Old Year Resolutions

“Happy New Year!”

As we approach the middle of January, these words do start to lose their resonance. Unlike Christmas, there’s no accepted cut-off, no Twelfth Night, to guide us. There’s a fair chance that this is the last time you’ll hear them, for a year at least… New Year’s Resolutions usually follow the same timing plan. By the middle of the month, many a ‘Dry January’ is already looking decidedly moist, gyms are getting emptier and houses return to their less tidy, but more homely, natural states. Even newly converted plant-powered Veganuary-ists may be waking up to the smell of bacon.

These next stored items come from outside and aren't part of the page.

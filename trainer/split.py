"""Which rows are held out, and which fold a row is in: by what rows hold, never by where they stand.

Rows are sorted by SHA-256 of the canonical JSON array [seed, label, inputs in plan order, weight], groups by that of
[seed, group], and the first round(share n) are held out. The same rows in another order are therefore split in the same
way.
"""

from __future__ import annotations

import hashlib
from collections import Counter
from collections.abc import Sequence
from fractions import Fraction
from heapq import heappop, heappush
from itertools import accumulate
from typing import TYPE_CHECKING

import numpy as np
import numpy.typing as npt

from runtime_min.canonical import canonical
from runtime_min.errors import Problem, RowsError

if TYPE_CHECKING:
    from trainer.table import Rows

_ROW_WEIGHT = 1.0


def row_keys(
    labels: Sequence[str], columns: Sequence[Sequence[str | float | None]], weights: Sequence[float] | None = None
) -> tuple[bytes, ...]:
    """The canonical array of each row without its seed: `label,input,…,weight]`.

    `labels`: the class of each row, as text. `columns`: one sequence an input, of parsed values; a level is its text, a
    missing value None. `weights`: one a row; None is 1 for each.
    """
    last = [_ROW_WEIGHT] * len(labels) if weights is None else weights
    parts = [_json_texts(labels), *(_json_texts(column) for column in columns), _json_texts(last)]
    return tuple(f"{','.join(row)}]".encode() for row in zip(*parts, strict=True))


def held_out_rows(rows: Rows, share: Fraction | str, seed: int) -> npt.NDArray[np.bool_]:
    """(n,) True where a row of `rows` is held out. `share`: what the plan says under held_out.

    Where that is a column's name, the rows themselves say which. Where it is a share of rows in groups, the first
    round(share g) of the g groups are held out. Else it is a share of the rows: equal rows stay together, so the number
    held out is the one nearest to round(share n) that allows it (the smaller of two as near). At least one group or row
    is on each side; none is held out for a share of 0. Raises RowsError where there are not two to part.
    """
    if isinstance(share, str):
        if rows.held_out is None:
            raise ValueError(f"the rows were read without the column {share}")
        return rows.held_out
    if share == 0:
        return np.zeros(len(rows.keys), dtype=bool)
    digests = _digests(rows, seed)
    counts = Counter(digests)
    if len(counts) < 2:
        what = "two different rows" if rows.groups is None else "two groups"
        more = "rows" if rows.groups is None else "groups"
        found = f"found no {what} to hold out one of"
        raise RowsError(Problem("[rows]: held_out", found, f"write held_out = 0, or give more {more}"))
    order = sorted(counts)
    if rows.groups is not None:
        count = min(max(round(share * len(order)), 1), len(order) - 1)
    else:
        wanted = round(share * len(digests))
        held = list(accumulate(counts[digest] for digest in order[:-1]))
        count = 1 + min(range(len(held)), key=lambda at: (abs(held[at] - wanted), at))
    first = set(order[:count])
    return np.array([digest in first for digest in digests])


def folds(rows: Rows, fitted: npt.NDArray[np.bool_], count: int, seed: int) -> npt.NDArray[np.int64]:
    """The fold, 0 … count - 1, of each fitted row of `rows`, in their order. `fitted`: (n,) bool; `count`: 2 or more.

    Groups stay together, and where there are none, equal rows. Sorted by their hashes (rows without groups: class by
    class, so that each fold gets its share of each), they are dealt in turn: each goes to the fold with the fewest rows
    so far, of several the first. With fewer groups, or different rows, than `count` there are so many folds. Raises
    RowsError where all fitted rows would be in one.
    """
    digests = _digests(rows, seed)
    labels = rows.labels if rows.groups is None else np.zeros(len(digests), np.int64)
    members: dict[tuple[int, bytes], list[int]] = {}
    for place, row in enumerate(np.flatnonzero(fitted).tolist()):
        members.setdefault((int(labels[row]), digests[row]), []).append(place)
    if len(members) < 2:
        what = "different rows" if rows.groups is None else "groups"
        found = f"found no two {what} among the rows to fit, to choose sd by cross-validation"
        raise RowsError(Problem("[prior]: sd", found, f"write a number for sd, or give more {what}"))
    chosen = np.empty(int(np.count_nonzero(fitted)), np.int64)
    sizes = [(0, fold) for fold in range(min(count, len(members)))]
    for unit in sorted(members):
        size, fold = heappop(sizes)
        chosen[members[unit]] = fold
        heappush(sizes, (size + len(members[unit]), fold))
    return chosen


def _digests(rows: Rows, seed: int) -> list[bytes]:
    """SHA-256 of the canonical array of each row, or of [seed, group] where there are groups."""
    seeded = f"[{canonical(seed)},".encode()
    if rows.groups is None:
        return [hashlib.sha256(seeded + key).digest() for key in rows.keys]
    of_group = {group: hashlib.sha256(seeded + f"{canonical(group)}]".encode()).digest() for group in set(rows.groups)}
    return [of_group[group] for group in rows.groups]


def _json_texts(values: Sequence[str | float | None]) -> list[str]:
    """`canonical` of each value, sooner: repr and RFC 8785 agree on a fraction that repr writes without an exponent."""
    known: dict[str | float | None, str] = {}
    texts = []
    for value in values:
        text = repr(value) if isinstance(value, float) else ""
        if not text or "e" in text or text.endswith(".0"):
            text = known.get(value, "") or known.setdefault(value, canonical(value))
        texts.append(text)
    return texts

Saying that, as the world turns on its axis and the daylight hours extend, it’s as good a time as any to consider what changes are needed to step-up brand performance – and never more so than when you’re responsible for a team of people, accountable for their commercial performance and central to the culture they live in 5 out of every 7 days (and often more). Reflecting on the changes needed over some slightly stale mince pies, we realised that the answer lies with Call the Midwife.

If you’ve never watched it, it’s about a group of midwives (no, really!) in London during the 1950s. In most episodes, nothing happens and then it snows. Yet on Christmas Day it was the fourth most watched programme and is the biggest new drama series on BBC One since records began. Or there’s Downton Abbey too, set around the 1920s where ‘those upstairs’ flirt with ‘those downstairs’. And before both we had Heartbeat, the ITV police drama set in 1960s Yorkshire which used the same plot for every single episode for 18 years.

But what has this got to do with your marketing resolutions?

As it turns out, everything, really. When you consider why these programmes are so popular, you uncover the heart of so many frustrations with the current status quo. The gentle nostalgia appeals because it paints a picture of a period in time when communities mattered and people cared. Policemen were respected, midwives were magical and jobs were for life. Contrast this with the return to work for many in January 2018: huge commutes, little job security, the globalisation of industry set against an international political framework of growing extremism: you can understand why many are questioning just how far we’ve come in the last 60 years. We may have ‘Smart Homes’ and technology at our fingertips but now we also have armchair ‘experts’ & professional sceptics in all areas of life…why trust your doctor when you can diagnose yourself on the internet before you go to your appointment and then check whether the doctor gets it right?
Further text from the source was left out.